August 20, 2005

Small is beautiful

For some reason I find this notion of a micro compact home wholly intriguing. micro compact homeIs it really possible to create a living space in a 2.6 metre cube?

The design of the micro compact home has been informed by the classic scale and order of a Japanese tea house, combined with advanced concepts and technologies in Europe.

The tiny cube provides a double bed on an upper level and working table and dining space for four or five people on a lower level. The kitchen bar is accordingly arranged to serve these two levels. The entrance lobby has triple use and functions as a bathroom and drying space for clothing. Storage is provided off each of these four functioning spaces.

To emphasize how small it really is, here's a picture of a unit being hauled by an SUV. There are more details at We-Make-Money-Not-Art (definitely worth a browse), and more pictures (with German text) at sueddeutsche.de. Apparently you can buy one for 50,000 Euros....

(Via BoingBoing, not surprisingly.)

Posted by geoff2 at 09:38 AM | Comments (2)

June 27, 2005

Visualising chaos

Over at whitelabel.org there's a brilliant analysis of the state of the London Underground: tube map"In Britain, where trains are so routinely late that punctuality has been redefined as 'within 20 minutes of scheduled time' and even then only around 80% can make it, the people have forgotten that it doesn't have to be this way, and that in the rest of world, including the really poor parts, it just isn't."

The writer grabbed the realtime disruption maps published by TfL and turned them into a three minute Quicktime movie. Tufte would be proud (I think).

While I sympathize with the author, I think he needs to get out more.
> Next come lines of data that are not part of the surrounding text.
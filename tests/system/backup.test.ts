import { spawnSync } from "node:child_process";
import { mkdtempSync } from "node:fs";
import { tmpdir } from "node:os";
import { join } from "node:path";

import { afterAll, describe, expect, it } from "vitest";

import { freshDatabase, PG_PORT, sqlFor } from "../helpers/system";

const conns: ReturnType<typeof sqlFor>[] = [];
afterAll(async () => {
  await Promise.all(conns.map((c) => c.end()));
});

/** Every table's row count and a hash of its rows, in one string. */
async function snapshot(sql: ReturnType<typeof sqlFor>) {
  const tables = (
    await sql`select tablename from pg_tables where schemaname = 'public' order by 1`
  ).map((r) => r.tablename as string);
  const parts: string[] = [];
  for (const t of tables) {
    const [row] = await sql.unsafe(
      `select count(*)::int as n, coalesce(md5(string_agg(x::text, ',' order by x::text)), '') as h from "${t}" x`,
    );
    parts.push(`${t}:${row!.n}:${row!.h}`);
  }
  return { tables, text: parts.join("\n") };
}

const npm = (script: string, url: string, args: string[]) =>
  spawnSync("npm", ["run", "-s", script, "--", ...args], {
    env: { ...process.env, DATABASE_URL: url },
    encoding: "utf8",
  });

describe("backup and restore", () => {
  it("db:backup then db:restore round-trips a seeded database, also over one that changed since", async () => {
    const src = freshDatabase("fuelwright_backup_src");
    const file = join(mkdtempSync(join(tmpdir(), "fw-backup-")), "snapshot.dump");
    const backup = npm("db:backup", src, [file]);
    expect(backup.status, backup.stderr).toBe(0);
    expect(backup.stdout.trim()).toBe(file);

    // Into an empty database…
    const admin = sqlFor(`postgres://fuelwright@127.0.0.1:${PG_PORT}/postgres`);
    conns.push(admin);
    await admin.unsafe("drop database if exists fuelwright_backup_dst with (force)");
    await admin.unsafe("create database fuelwright_backup_dst");
    const dstUrl = `postgres://fuelwright@127.0.0.1:${PG_PORT}/fuelwright_backup_dst`;
    const restore = npm("db:restore", dstUrl, [file]);
    expect(restore.status, restore.stderr).toBe(0);
    const a = sqlFor(src);
    const b = sqlFor(dstUrl);
    conns.push(a, b);
    const want = await snapshot(a);
    expect(want.tables.length).toBeGreaterThan(15);
    expect((await snapshot(b)).text).toBe(want.text);

    // …and over a database that has changed since: the backup's state comes back.
    await b`delete from quote_lines`;
    await b`update builds set title = 'changed after the backup'`;
    expect((await snapshot(b)).text).not.toBe(want.text);
    const again = npm("db:restore", dstUrl, [file]);
    expect(again.status, again.stderr).toBe(0);
    expect((await snapshot(b)).text).toBe(want.text);

    // A missing file is refused plainly and changes nothing.
    const missing = npm("db:restore", dstUrl, [join(tmpdir(), "no-such-backup.dump")]);
    expect(missing.status).not.toBe(0);
    expect(missing.stderr).toMatch(/no backup file/);
    expect((await snapshot(b)).text).toBe(want.text);
  }, 120_000);
});
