import { afterAll, beforeAll, describe, expect, it } from "vitest";

import {
  call,
  freshDatabase,
  signInAt,
  signInFrom,
  sqlFor,
  startApp,
  type App,
} from "../helpers/system";

/**
 * docs/architecture.md's claim, tested: app instances are stateless — sessions live in the
 * database — so a load balancer may send any request to any instance.
 */
let a: App, b: App;
let sql: ReturnType<typeof sqlFor>;
beforeAll(async () => {
  const url = freshDatabase();
  sql = sqlFor(url);
  // Both instances answer for one public address, as they would behind a load balancer; the
  // auth rate limits on, and no trusted proxy (the default): the client is the socket's peer.
  const limits = { AUTH_RATE_LIMIT: "on", TRUSTED_PROXY_HEADER: "" };
  [a, b] = await Promise.all([
    startApp(3201, { APP_URL: "http://127.0.0.1:3201", ...limits }),
    startApp(3202, { APP_URL: "http://127.0.0.1:3201", ...limits }),
  ]);
}, 120_000);
afterAll(async () => {
  await Promise.all([a?.stop(), b?.stop()]);
  await sql?.end();
});

describe("two app instances on one database", () => {
  it("a user signed in on one is served by the other, and a save on one is seen on the other", async () => {
    const origin = a.url;
    const { cookie } = await signInAt(
      a.url,
      "tuner@demo.fuelwright.test",
      "fuelwright-demo",
      origin,
    );
    const onB = await call(b.url, cookie, "GET", "/api/v1/builds", undefined, origin);
    expect(onB.status).toBe(200);
    expect(onB.json.builds.length).toBeGreaterThan(0);
    const page = await call(b.url, cookie, "GET", "/builds", undefined, origin);
    expect(page.status).toBe(200);
    expect(page.text).toContain("Teodor Vance");

    const id = "10000000-0000-4000-8000-000000000002";
    const cur = await call(a.url, cookie, "GET", `/api/v1/builds/${id}`, undefined, origin);
    const saved = await call(
      a.url,
      cookie,
      "PATCH",
      `/api/v1/builds/${id}`,
      {
        version: cur.json.build.version,
        title: "Saved on instance A",
        inputs: cur.json.build.inputs,
      },
      origin,
    );
    expect(saved.status).toBe(200);
    const seen = await call(b.url, cookie, "GET", `/api/v1/builds/${id}`, undefined, origin);
    expect(seen.json.build).toMatchObject({
      title: "Saved on instance A",
      version: cur.json.build.version + 1,
    });
    // Signing out on B ends the session everywhere: on B at once, on A as soon as the database's
    // notice reaches it (A keeps session look-ups in memory, db/session-cache.ts) — tried for at
    // most 3 s, and the session must stay ended.
    expect((await call(b.url, cookie, "POST", "/api/auth/sign-out", {}, origin)).status).toBe(200);
    expect((await call(b.url, cookie, "GET", "/api/v1/builds", undefined, origin)).status).toBe(
      401,
    );
    const end = Date.now() + 3000;
    let onA = 0;
    do onA = (await call(a.url, cookie, "GET", "/api/v1/builds", undefined, origin)).status;
    while (onA !== 401 && Date.now() < end);
    expect(onA).toBe(401);
    expect((await call(a.url, cookie, "GET", "/api/v1/builds", undefined, origin)).status).toBe(
      401,
    );
  });

  it("the sign-in limits hold across both instances, and no X-Forwarded-For value buys an attempt", async () => {
    const wrong = "wrong-password-123";
    const nobody = (i: number) => `nobody-${i}-${Date.now()}@limits.fuelwright.test`;
    // One address (127.0.0.2 on the socket), alternating instances, a new forwarded address and
    // a new account each time: three attempts in ten seconds, all told.
    const byAddress: number[] = [];
    for (let i = 0; i < 5; i++)
      byAddress.push(
        await signInFrom([a, b][i % 2]!.url, "127.0.0.2", nobody(i), wrong, {
          "x-forwarded-for": `203.0.113.${i + 1}`,
          "x-real-ip": `198.51.100.${i + 1}`,
          // The server's own header for the address: a client's value is replaced.
          "x-fuelwright-client-address": `192.0.2.${i + 1}`,
        }),
      );
    expect(byAddress, byAddress.join()).toEqual([401, 401, 401, 429, 429]);
    // Another address on the socket has its own allowance.
    expect(await signInFrom(b.url, "127.0.0.3", nobody(9), wrong)).toBe(401);
    // One account from six addresses across both instances: five failures a minute, all told.
    const email = nobody(10);
    const byAccount: number[] = [];
    for (let i = 0; i < 6; i++)
      byAccount.push(await signInFrom([a, b][i % 2]!.url, `127.0.0.${10 + i}`, email, wrong));
    expect(byAccount, byAccount.join()).toEqual([401, 401, 401, 401, 401, 429]);
    // The counters are rows of the one database, not memory of either instance.
    const rows = await sql`select key, count from rate_limits where key in ${sql([
      "127.0.0.2|/sign-in/email",
      `account:${email}|/sign-in/email`,
    ])} order by key`;
    expect(rows).toEqual([
      { key: "127.0.0.2|/sign-in/email", count: 5 },
      { key: `account:${email}|/sign-in/email`, count: 6 },
    ]);
  });

  it("an instance whose webhook or auth secret is left at a default refuses to start, saying which", async () => {
    for (const [name, value] of [
      ["STRIPE_WEBHOOK_SECRET", "whsec_fuelwright_local_fake"],
      ["BETTER_AUTH_SECRET", "test-secret-test-secret-test-secret-0123"],
    ] as const) {
      await expect(startApp(3204, { [name]: value })).rejects.toThrow(
        new RegExp(`exited: [\\s\\S]*${name} is a default or placeholder value`),
      );
    }
  }, 90_000);

  it("with an https address the session cookie is Secure (and __Secure- prefixed), HttpOnly and SameSite", async () => {
    const c = await startApp(3203, { APP_URL: "https://fuelwright.example.test" });
    try {
      const { setCookie } = await signInAt(
        c.url,
        "counter@demo.fuelwright.test",
        "fuelwright-demo",
        "https://fuelwright.example.test",
      );
      const session = setCookie.find((x) => /session_token=/.test(x))!;
      expect(session).toMatch(/^__Secure-/);
      expect(session).toMatch(/;\s*Secure/i);
      expect(session).toMatch(/;\s*HttpOnly/i);
      expect(session).toMatch(/;\s*SameSite=Lax/i);
    } finally {
      await c.stop();
    }
  }, 90_000);
});
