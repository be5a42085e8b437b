import { NotFoundNotice } from "@/components/ui/not-found-notice";

export default function SupplierNotFound() {
  return <NotFoundNotice thing="Supplier" backHref="/purchasing" backLabel="Back to purchasing" />;
}
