/** The quote's vocabulary: statuses, the moves between them, line kinds, payments, labels. */

export const QUOTE_STATUSES = [
  "draft",
  "sent",
  "accepted",
  "deposit_paid",
  "ordered",
  "declined",
  "expired",
  "superseded",
] as const;
export type QuoteStatus = (typeof QUOTE_STATUSES)[number];

/** Where a quote may go next. Accepted quotes hold stock; declining or expiring one releases it. */
export const QUOTE_NEXT: Record<QuoteStatus, readonly QuoteStatus[]> = {
  draft: ["sent"],
  sent: ["accepted", "declined", "expired", "draft"],
  accepted: ["deposit_paid", "declined", "expired"],
  deposit_paid: ["ordered"],
  ordered: [],
  declined: [],
  expired: [],
  superseded: [],
};
export const QUOTE_EDITABLE: readonly QuoteStatus[] = ["draft", "sent"];
export const QUOTE_HOLDS_STOCK: readonly QuoteStatus[] = ["accepted", "deposit_paid", "ordered"];

export const QUOTE_STATUS_LABELS: Record<QuoteStatus, string> = {
  draft: "Draft",
  sent: "Sent",
  accepted: "Accepted",
  deposit_paid: "Deposit paid",
  ordered: "Ordered",
  declined: "Declined",
  expired: "Expired",
  superseded: "Replaced by a revision",
};

export const QUOTE_LINE_KINDS = ["part", "labour", "fee"] as const;

export const PAYMENT_STATUSES = ["pending", "paid", "expired"] as const;
export type PaymentStatus = (typeof PAYMENT_STATUSES)[number];

/** Q-0007, or Q-0007-r2 for a later revision. */
export const quoteLabel = (number: number, revision: number) =>
  `Q-${String(number).padStart(4, "0")}${revision > 1 ? `-r${revision}` : ""}`;
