/**
 * The shop settings' labels: the one source for the settings form (each field's label under its
 * heading) and for every message about a setting (the form's, the API's), so a message names a
 * field as the person reads it. `section` is the heading a field sits under where its label
 * alone does not say what it is ("E85, boosted" under "BSFC rules of thumb"); a message then
 * adds it in brackets ("E85, boosted (BSFC) must be between …").
 */
export const SETTING_LABELS = {
  shopName: { label: "Shop name" },
  currency: { label: "Currency" },
  taxRatePct: { label: "Tax rate" },
  units: { label: "Units" },
  country: { label: "Country" },
  address: { label: "Address" },
  phone: { label: "Phone" },
  paperSize: { label: "Paper for PDFs" },
  timeZone: { label: "Time zone" },
  bsfcGasolineNa: { label: "Gasoline, NA", section: "BSFC" },
  bsfcGasolineBoosted: { label: "Gasoline, boosted", section: "BSFC" },
  bsfcE85Na: { label: "E85, NA", section: "BSFC" },
  bsfcE85Boosted: { label: "E85, boosted", section: "BSFC" },
  designDutyPct: { label: "Design duty" },
  dutyCautionPct: { label: "Caution above" },
  dutyDangerPct: { label: "Danger above" },
  minPumpMarginPct: { label: "Minimum pump margin" },
  maxLineDropKpa: { label: "Line drop limit" },
  lossManualPct: { label: "Manual", section: "drivetrain loss" },
  lossAutomaticPct: { label: "Automatic", section: "drivetrain loss" },
  lossAwdPct: { label: "AWD", section: "drivetrain loss" },
  gasolineDensityKgPerL: { label: "Gasoline density" },
  gasolineStoichAfr: { label: "Gasoline stoichiometric AFR" },
  ethanolDensityKgPerL: { label: "Ethanol density" },
  ethanolStoichAfr: { label: "Ethanol stoichiometric AFR" },
  labourRate: { label: "Labour rate" },
  depositPct: { label: "Deposit asked on acceptance" },
  quoteValidDays: { label: "Quotes valid for" },
} as const satisfies Record<string, { label: string; section?: string }>;

export type SettingName = keyof typeof SETTING_LABELS;

/** The headings the form groups fields under (the BSFC fields' section is said short above). */
export const SETTING_SECTIONS = {
  bsfc: "BSFC rules of thumb",
  duty: "Duty and margins",
  loss: "Drivetrain loss",
  fuel: "Fuel properties",
  quotes: "Quotes",
} as const;

/** A setting as a message names it: its label, with its heading where the label needs it. */
export function settingName(name: SettingName): string {
  const s: { label: string; section?: string } = SETTING_LABELS[name];
  return s.section ? `${s.label} (${s.section})` : s.label;
}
The riders of the T in Boston would kill for any kind of information like that provided by TfL; disruption is a way of life over here.

(Via Boing-boing, of course.)

Posted by geoff2 at 09:55 AM | Comments (0)

May 31, 2005

My joke

Before the web, the best Internet jokes were disseminated via the Usenet group rec.humor.funny, run by Brad Templeton. A discussion on an internal Sun email alias just now reminded me of my one and only r.h.f contribution

Music, maestro
Seen in yesterday's Parade magazine that probably accompanied a couple of million Sunday papers: an advertisement for a beautiful little scale model violin. According to the ad, it's a 1/24 scale replica, measuring 8 inches long.

Screw the violin, I want to see the fiddler who can tuck a 16 foot violin under his or her chin....

[This was posted to r.h.f on Sunday April 25, 1993, at 4:30 am EDT, apparently from my Sun workstation called tyger.east.sun.com. I wonder was I was doing at the office that early on a Sunday morning. Or maybe I was travelling, and logged in remotely. On reflection, I suspect that I emailed it to the moderator, Maddi, and she finally posted it to r.h.f. on Sunday. Just think of the mind-boggling level of detail that the web captures for posterity....]

Posted by geoff2 at 01:37 PM | Comments (0)

April 26, 2005

Thread convergence: Formula 1 and Jini

Regular readers will have noted that two of my greatest enthusiasms are for Formula 1 motor racing and Sun's Jini™ distributed computing technology. So one item in today's quarterly "customer wins" press release from Sun is particularly sweet:

"Magneti Marelli Holding (Italy) -- Sun designed, for Magneti Marelli Racing Department, a new system to manage telemetry data for Formula 1 teams in real time, using Java and Jini(TM)/Rio technology with the aim of achieving the required performance, to support multiple platforms, such as Linux and Windows, and to provide high availability and location transparency of components."

I don't think I'm supposed to identify individual teams, but every time you see a car with this logo, think Jini. MM logo

Posted by geoff2 at 09:03 AM | Comments (0)

January 20, 2005

So many T-shirts, so little time

J!NXJust stumbled across J!NX, a delightfully bizarre collection of l33t T-shirts. I can imagine wearing at least half of them to work.... Favourites: Computers are fun and useful, Your skill in Reading has increased by 1 point (one for the Fellowship, I fancy), It is pitch black. You are likely to be eaten by a grue. (how I spent the early 1980s), and neurochemistry hacker. Very cool. (Even the gross and edgy stuff.)